# Problem details
Check each line of the records below and collect those that include the word "NewPCG".

▶

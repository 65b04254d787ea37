package report

import (
	"bytes"
	"encoding/json"
	"math"
	"math/rand/v2"
	"reflect"
	"testing"
	"testing/quick"
)

// standard encodes a record with encoding/json.
func standard(t *testing.T, f *Fit) string {
	t.Helper()
	var b bytes.Buffer
	e := json.NewEncoder(&b)
	e.SetEscapeHTML(false)
	if err := e.Encode(f); err != nil {
		t.Fatal(err)
	}
	return b.String()
}

// The bytes are those of encoding/json for the tags of the record: with any
// value in every field, those to come included, and with none.
func TestAppendJSONMatchesTags(t *testing.T) {
	same := func(f Fit) bool {
		got, err := AppendJSON(nil, &f)
		if want := standard(t, &f); err != nil || string(got) != want {
			t.Errorf("got %s (%v), want %s", got, err, want)
			return false
		}
		return true
	}
	for _, f := range []*Fit{heron(), otter(), {}, {Figures: []Figure{}, Correlation: [][]float64{}, Sweep: Sweep{Metadata: map[string]string{}}}} {
		same(*f)
	}
	if err := quick.Check(same, nil); err != nil {
		t.Error(err)
	}
	// One field at a time, so that each is seen to be written.
	random := rand.New(rand.NewPCG(3, 5))
	kind := reflect.TypeFor[Fit]()
	for i := range kind.NumField() {
		var f Fit
		fill(reflect.ValueOf(&f).Elem().Field(i), random)
		same(f)
	}
}

// fill gives everything in a value a value that is not zero, with texts and
// numbers of all sorts.
func fill(v reflect.Value, random *rand.Rand) {
	switch v.Kind() {
	case reflect.String:
		texts := []string{"ESR + ESL + (C || Rp)", "Ω", "a\"b\\c\n", "<&>", "\x7f\x01", "a\u2028b\u2029", "\xff\xfe", "½ ≥ 2", "x\xed\xa0\x80"}
		v.SetString(texts[random.IntN(len(texts))])
	case reflect.Float64:
		v.SetFloat((random.Float64() - 0.5) * math.Pow(10, float64(random.IntN(60)-30)))
	case reflect.Int:
		v.SetInt(int64(1 + random.IntN(1e6)))
	case reflect.Bool:
		v.SetBool(true)
	case reflect.Pointer:
		v.Set(reflect.New(v.Type().Elem()))
		fill(v.Elem(), random)
	case reflect.Struct:
		for i := range v.NumField() {
			fill(v.Field(i), random)
		}
	case reflect.Slice:
		v.Set(reflect.MakeSlice(v.Type(), 5, 5))
		for i := range v.Len() {
			fill(v.Index(i), random)
		}
	case reflect.Map:
		v.Set(reflect.MakeMap(v.Type()))
		for range 5 {
			key, value := reflect.New(v.Type().Key()).Elem(), reflect.New(v.Type().Elem()).Elem()
			fill(key, random)
			fill(value, random)
			v.SetMapIndex(key, value)
		}
	default:
		panic("a field of a new kind: " + v.Type().String())
	}
}

// Numbers of every size have the digits of encoding/json.
func TestAppendJSONDigits(t *testing.T) {
	random := rand.New(rand.NewPCG(1, 2))
	values := []float64{0, math.Copysign(0, -1), 1e-6, math.Nextafter(1e-6, 0), 1e21, math.Nextafter(1e21, 0), 1e-9, 1e-10, 1e-100,
		math.SmallestNonzeroFloat64, math.MaxFloat64, 100, 0.1}
	for exponent := -324; exponent <= 307; exponent++ {
		values = append(values, -(1+9*random.Float64())*math.Pow(10, float64(exponent)), math.Pow(10, float64(exponent)))
	}
	f := &Fit{Correlation: [][]float64{values}}
	got, err := AppendJSON(nil, f)
	if want := standard(t, f); err != nil || string(got) != want {
		t.Errorf("got %s (%v), want %s", got, err, want)
	}
}

// What JSON does not have is an error that names the sweep, and nothing is
// appended.
func TestAppendJSONNotFinite(t *testing.T) {
	for _, v := range []float64{math.NaN(), math.Inf(1), math.Inf(-1)} {
		f := heron()
		f.Figures[1].Value = v
		got, err := AppendJSON([]byte("x"), f)
		if err == nil || string(got) != "x" {
			t.Errorf("%v: got %s and no error", v, got)
		}
	}
}

// BenchmarkAppendJSON encodes the record of a sweep over five decades, in a
// line of some 13 kB.
func BenchmarkAppendJSON(b *testing.B) {
	s := simulated(b, "cap-esr-esl", []float64{0.02, 5e-9, 10e-6}, logGrid(100, 10e6, 201), 1e-3, nil)
	f := New(s.sweep, s.analysis, Options{})
	line, err := AppendJSON(nil, f)
	if err != nil {
		b.Fatal(err)
	}
	b.SetBytes(int64(len(line)))
	b.ReportAllocs()
	for b.Loop() {
		if line, err = AppendJSON(line[:0], f); err != nil {
			b.Fatal(err)
		}
	}
}

// BenchmarkNew makes the record of an analysis: figures and resonances with
// their intervals.
func BenchmarkNew(b *testing.B) {
	s := simulated(b, "cap-esr-esl", []float64{0.02, 5e-9, 10e-6}, logGrid(100, 10e6, 201), 1e-3, nil)
	b.ReportAllocs()
	for b.Loop() {
		New(s.sweep, s.analysis, Options{})
	}
}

◀

# Exercise result
	random := rand.New(rand.NewPCG(3, 5))
	random := rand.New(rand.NewPCG(1, 2))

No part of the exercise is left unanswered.